C’est un des rares points de convergence entre Taïwan et la Chine, un point sur lequel on pourrait préférer que Taïwan ait une attitude plus réaliste et plus progressiste. Mais ce n’est pas si simple, car pour que Taïwan abandonne totalement et publiquement sa prétention à la souveraineté sur les Senkaku, il faudrait qu’elle coupe le lien constitutionnel qui la rattache à la Chine – ce qui serait perçu comme une déclaration d’indépendance…
Suite à cette annonce chinoise à l’aube de 2024, un porte-parole du ministère japonais de la Défense a déclaré que « la position du Japon concernant les îles Senkaku reste la même, et nous répondrons résolument à tout mouvement visant à modifier le statu quo ». C’est là encore un point commun entre le Japon et Taïwan vis-à-vis de la Chine dite populaire. Ce que veulent le Japon et Taïwan, c’est préserver le statu quo de leur souveraineté sur les territoires qu’ils contrôlent militairement, économiquement et juridiquement. C’est la Chine qui veut changer le statu quo parce qu’elle pense que l’ordre international élaboré avant son émergence comme grande puissance mondiale contraint et limite son développement. Ce qui est paradoxal puisque la Chine est déjà devenue une puissance économique, militaire, technologique de premier plan alors même que cet ordre international était en place. En voulant tordre et contraindre cet ordre mondial, la Chine risque de précipiter un chaos préjudiciable à son émergence et ce au nom d’une extension territoriale qui parait parfois dérisoire – comme c’est le cas justement pour les 5 km² des îlots rocheux des Senkaku…

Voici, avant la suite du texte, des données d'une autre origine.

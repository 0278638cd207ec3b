"""The logging commands as processes: what is said, the exit status, and what is in the logbook afterwards."""

from __future__ import annotations

import json
import os
import sqlite3
import subprocess
import sys
from pathlib import Path

import pytest

from energytrack.cli.cautions import CAUTIONS

ROOT = Path(__file__).parents[2]
TABLES = ("vehicle", "entry", "switch", "event")


class Terminal:
    """Runs commands on one logbook and reads its tables."""

    def __init__(self, folder: Path) -> None:
        self.logbook = folder / "my.logbook"
        self.environment = {**os.environ, "PYTHONPATH": str(ROOT), "PYTHONIOENCODING": "utf-8"}
        self.environment.pop("ENERGYTRACK_LOGBOOK", None)

    def __call__(self, *arguments: str, logbook: Path | None = None) -> subprocess.CompletedProcess[str]:
        command = [sys.executable, "-m", "energytrack", "--logbook", str(logbook or self.logbook), *arguments]
        return subprocess.run(
            command,
            env=self.environment,
            stdin=subprocess.DEVNULL,
            capture_output=True,
            text=True,
            encoding="utf-8",
            timeout=60,
            check=False,
        )

    def done(self, *arguments: str) -> str:
        finished = self(*arguments)
        assert (finished.returncode, finished.stderr) == (0, "")
        return finished.stdout

    def rows(self) -> dict[str, list[tuple[object, ...]]]:
        connection = sqlite3.connect(self.logbook)
        try:
            return {name: connection.execute(f"SELECT * FROM {name}").fetchall() for name in TABLES}
        finally:
            connection.close()

    def refused(self, *arguments: str) -> str:
        """One clear line on stderr, exit status 1, nothing written."""
        before = self.rows()
        finished = self(*arguments)
        assert (finished.returncode, finished.stdout) == (1, "")
        assert finished.stderr.startswith("energytrack: ")
        assert finished.stderr.count("\n") == 1
        assert self.rows() == before
        return finished.stderr


@pytest.fixture
def run(tmp_path: Path) -> Terminal:
    terminal = Terminal(tmp_path)
    terminal.done("new")
    terminal.done("vehicle", "add", "van", "--carrier", "diesel", "--capacity", "70")
    terminal.done("fillup", "48230", "41.32", "--date", "2026-05-03")
    terminal.done("fillup", "48900", "40.1", "--date", "2026-05-10")
    return terminal


BAD_ENTRIES = [
    (["48100", "40"], "odometer goes back"),
    (["48230", "40"], "odometer stands still"),
    (["48900", "40"], "odometer stands still"),
    (["53000", "40", "--date", "2026-05-11"], "a jump no vehicle drives"),
    (["49500", "0"], "amount 0 must be more than 0"),
    (["49500", "-4"], "amount -4 must be more than 0"),
    (["-5", "40"], "odometer -5 km is no odometer value"),
    (["49500", "91.5"], "more than 1.3 times the capacity"),
    (["49500", "40", "--level", "101"], "outside 0 to 100"),
    (["49500", "40", "--level", "-1"], "outside 0 to 100"),
    (["49500", "40", "--date", "2999-01-01"], "lies in the future"),
    (["49500", "40", "--date", "3.5.2026"], "such as 2026-05-03"),
    (["49500", "40", "--date", "2026-02-30"], "such as 2026-05-03"),
    (["49500", "41,32"], "write 41.32, not 41,32"),
    (["49,5", "41"], "write 49.5, not 49,5"),
    (["49,500", "41"], "can be read two ways: write 49500, or 49.500"),
    (["49500", "nan"], "is not a number"),
    (["inf", "40"], "is not a number"),
    (["49500", "40", "--vehicle", "bus"], "no vehicle 'bus' in this logbook; there are: van"),
    (["48900", "40", "--date", "2026-05-10"], "is logged already: add --again"),
    (["48500", "40", "--date", "2026-05-01"], "does not fit"),
    (["49500"], "the amount is missing"),
    ([], "the odometer value is missing"),
    (["--distance", "300", "40"], "have an odometer value"),
    (["49500", "40", "--unit", "kWh"], "use L, gal-us, gal-imp"),
    (["49500", "40", "--odometer-unit", "m"], "use km or mi"),
    (["49500", "40", "--temperature", "75"], "such as 54F"),
    (["49500", "40", "--speed", "0"], "no mean speed"),
    (["49500", "40", "--currency", "euro"], "ISO 4217"),
    (["49500", "40", "--set", "payload"], "is not name=value"),
    (["49500", "40", "--set", "energy=3"], "the name is taken"),
    (["49500", "40", "--note", "\udcff"], "not valid UTF-8"),
]


@pytest.mark.parametrize(("arguments", "said"), BAD_ENTRIES)
def test_bad_entries_are_refused_and_nothing_is_written(run: Terminal, arguments: list[str], said: str) -> None:
    assert said in run.refused("fillup", *arguments)


BAD_SWITCHES = [
    (["mod", "fitted", "skirts"], "say where"),
    (["mod", "fitted", "skirts", "-5"], "no odometer value"),
    (["mod", "fitted", "skirts", "48900", "--target", "0"], "at most 50 %"),
    (["mod", "fitted", "skirts", "48900", "--target", "51"], "at most 50 %"),
    (["mod", "fitted", "skirts", "48900", "--date", "2999-01-01"], "in the future"),
    (["mod", "fitted", " ", "48900"], "needs a name"),
    (["mod", "removed", "spoiler", "48900"], "fitted now: nothing"),
    (["event", "winter tyres", "48900", "--odometer-factor", "9"], "outside 0.5 to 2"),
    (["event", "", "48900"], "say what happened"),
    (["charge", "49500", "30"], "log it with `fillup`"),
    (["vehicle", "add", "van", "--carrier", "petrol"], "there is a vehicle 'van' already"),
    (["vehicle", "add", "bus", "--carrier", "steam"], "use one of petrol"),
    (["vehicle", "add", "bus", "--carrier", "petrol", "--capacity", "-3"], "must be more than 0"),
    (["vehicle", "add", "bus", "--carrier", "petrol", "--display", "mi/kWh"], "use L/100km, km/L, mpg-us, mpg-imp"),
    (["vehicle", "add", "bus", "--carrier", "petrol", "--unit", "kWh"], "petrol is not measured in kWh"),
    (["vehicle", "add", "b\x1bus", "--carrier", "petrol"], "printable"),
    (["new"], "exists already"),
]


@pytest.mark.parametrize(("arguments", "said"), BAD_SWITCHES)
def test_other_bad_input_is_refused_too(run: Terminal, arguments: list[str], said: str) -> None:
    assert said in run.refused(*arguments)


def test_wrong_usage_is_told_apart(run: Terminal) -> None:
    assert run("fillup", "49500", "40", "--nothing-like-it").returncode == 2
    assert run("nothing-like-it").returncode == 2


@pytest.mark.parametrize(
    "arguments",
    [["vehicle", "add", "--nam", "--carrier", "petrol"], ["mod", "fitted", "--targt", "3"], ["enough", "--al"]],
)
def test_a_misspelt_option_is_never_taken_for_a_name(run: Terminal, arguments: list[str]) -> None:
    before = run.rows()
    finished = run(*arguments)
    assert (finished.returncode, finished.stdout) == (2, "")
    assert "No such option: --" in finished.stderr
    assert run.rows() == before


def test_every_command_is_summed_up_whole(run: Terminal) -> None:
    said = run.done("--help")
    assert "..." not in said.partition("Commands:")[2]
    assert all(len(line) <= 80 for line in said.splitlines())


def test_no_logbook_named_or_there(run: Terminal, tmp_path: Path) -> None:
    absent = run("fillup", "1", "2", logbook=tmp_path / "absent")
    assert absent.returncode == 1
    assert absent.stderr.count("\n") == 1
    assert "new`" in absent.stderr
    command = [sys.executable, "-m", "energytrack", "entries"]
    unnamed = subprocess.run(command, env=run.environment, capture_output=True, text=True, timeout=60, check=False)
    assert unnamed.returncode == 1
    assert "ENERGYTRACK_LOGBOOK" in unnamed.stderr


def test_what_was_typed_is_kept_and_base_units_stored(run: Terminal) -> None:
    """The US gallon is 3.785411784 L and the mile 1.609344 km exactly (NIST SP 811, B.8)."""
    run.done("fillup", "31000", "10", "--unit", "gal-us", "--odometer-unit", "mi", "--temperature", "50F",
             "--speed", "88", "--set", "payload=300", "--json", "--date", "2026-05-20")  # fmt: skip
    entry = json.loads(run.done("entries", "--json", "--last", "1"))["entries"][0]
    assert entry["energy"] == pytest.approx(37.85411784)
    assert entry["odometer_km"] == pytest.approx(49889.664)
    assert (entry["temperature_c"], entry["speed_kmh"], entry["payload"]) == (10.0, 88.0, 300.0)
    connection = sqlite3.connect(run.logbook)
    typed = json.loads(connection.execute("SELECT typed FROM entry ORDER BY id DESC").fetchone()[0])
    connection.close()
    assert typed["amount"] == {"value": "10", "unit": "gal-us"}
    assert typed["odometer"] == {"value": "31000", "unit": "mi"}
    assert typed["temperature"] == {"value": "50F", "unit": "F"}


def test_the_echo_says_what_the_entry_meant(run: Terminal) -> None:
    """600 km on 42 L are 7 L/100 km."""
    assert "600 km since the last entry: 7.00 L/100 km" in run.done("fillup", "49500", "42")
    told = json.loads(run.done("fillup", "50100", "42", "--json", "--partial"))
    assert (told["energy"], told["full"]) == (42.0, False)
    assert any("600 km" in line for line in told["meaning"])


def test_a_forgotten_receipt_is_taken_between_two_others(run: Terminal) -> None:
    run.done("fillup", "48600", "22", "--date", "2026-05-06")
    entries = json.loads(run.done("entries", "--json"))["entries"]
    assert [entry["odometer_km"] for entry in entries] == [48230, 48600, 48900]


def test_again_insists_on_a_second_one(run: Terminal) -> None:
    run.done("fillup", "48900", "10", "--date", "2026-05-10", "--again")
    assert len(run.rows()["entry"]) == 3


def test_vehicles_in_miles_and_without_odometer(run: Terminal) -> None:
    run.done("vehicle", "add", "car", "--carrier", "petrol", "--capacity", "15", "--unit", "gal-us",
             "--distance-unit", "mi")  # fmt: skip
    assert "van, car" in run.refused("fillup", "1", "2")
    run.done("fillup", "10000", "10", "--vehicle", "car", "--date", "2026-05-01")
    assert "300 mi since the last entry: 30.0 mpg (US)" in run.done("fillup", "10300", "10", "--vehicle", "car")
    run.done("vehicle", "add", "quad", "--carrier", "electricity", "--capacity", "6")
    run.done("charge", "--distance", "40", "4.2", "--vehicle", "quad", "--date", "2026-05-01")
    again = ("charge", "--distance", "40", "4.2", "--vehicle", "quad", "--date", "2026-05-01")
    assert "logged already" in run.refused(*again)
    assert "log it with `charge`" in run.refused("fillup", "--distance", "40", "4.2", "--vehicle", "quad")
    assert run.done("vehicle", "list").count("\n") == 4


def test_modifications(run: Terminal) -> None:
    first = run.done("mod", "fitted", "side skirts", "48900", "--target", "3", "--date", "2026-05-10")
    assert " ".join(first.replace("\n", " ").split()).count(CAUTIONS[1]) == 1
    assert all(len(line) <= 80 for line in first.splitlines())
    assert "is fitted to van since" in run.refused("mod", "fitted", "side skirts", "48950")
    assert "fitted now: 'side skirts'" in run.refused("mod", "removed", "spoiler", "48950")
    graded = run.done("mod", "fitted", "side skirts", "49000", "--level", "2.4", "--date", "2026-05-12")
    assert graded.startswith("van: side skirts fitted, 49,000 km, 2026-05-12; level 2.4\n")
    run.done("mod", "removed", "side skirts", "--date", "2026-06-01")
    told = json.loads(run.done("mod", "list", "--json"))["modifications"]
    assert [(each["fitted_km"], each["removed_km"], each["level"]) for each in told] == [
        (48900, 49000, None),
        (49000, None, 2.4),
    ]
    assert told[1]["removed_date"] == "2026-06-01"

Mais la Chine se retrouve aussi prisonnière de sa propre rhétorique et de son propre complexe militaro-industriel sur lequel Xi Jinping entend reprendre la main, comme le montre le limogeage « sans fin » de hauts gradés de l’armée.
Cette rhétorique agressive d’Etat trouve sa manifestation la plus claire et la moins reluisante sur l’internet chinois dont la frange nationaliste s’est fait remarquer par les messages de joie (cf capture d’écran ci-contre) à l’annonce des catastrophes qui ont marqué le Japon en ce début d’année, notamment le tremblement de terre du 1er janvier dans la péninsule de Noto et qui a fait au moins 200 morts.
Ainsi, dans des vidéos publiées sur Weibo et Douyin, l’animateur de télévision Xiao Chenghao a suggéré à ses millions d’abonnés que le séisme du Nouvel An qui a frappé la préfecture d’Ishikawa sur l’île japonaise de Honshu relevait du « karma ». Même si son compte a été temporairement suspendu, cela lui a permis d’augmenter sa cote de popularité : ses abonnés sur Douyin sont passés de 6 à 8 millions…
Même si cet épisode n’est pas représentatif de l’ensemble de la Chine et des Chinois, il est malgré tout inquiétant que les autorités chinoises, d’ordinaire si promptes et tatillonnes à réprimer les moindres critiques libertaires, aient laissé le champ ouvert à l’expression de la Schadenfreude nationaliste.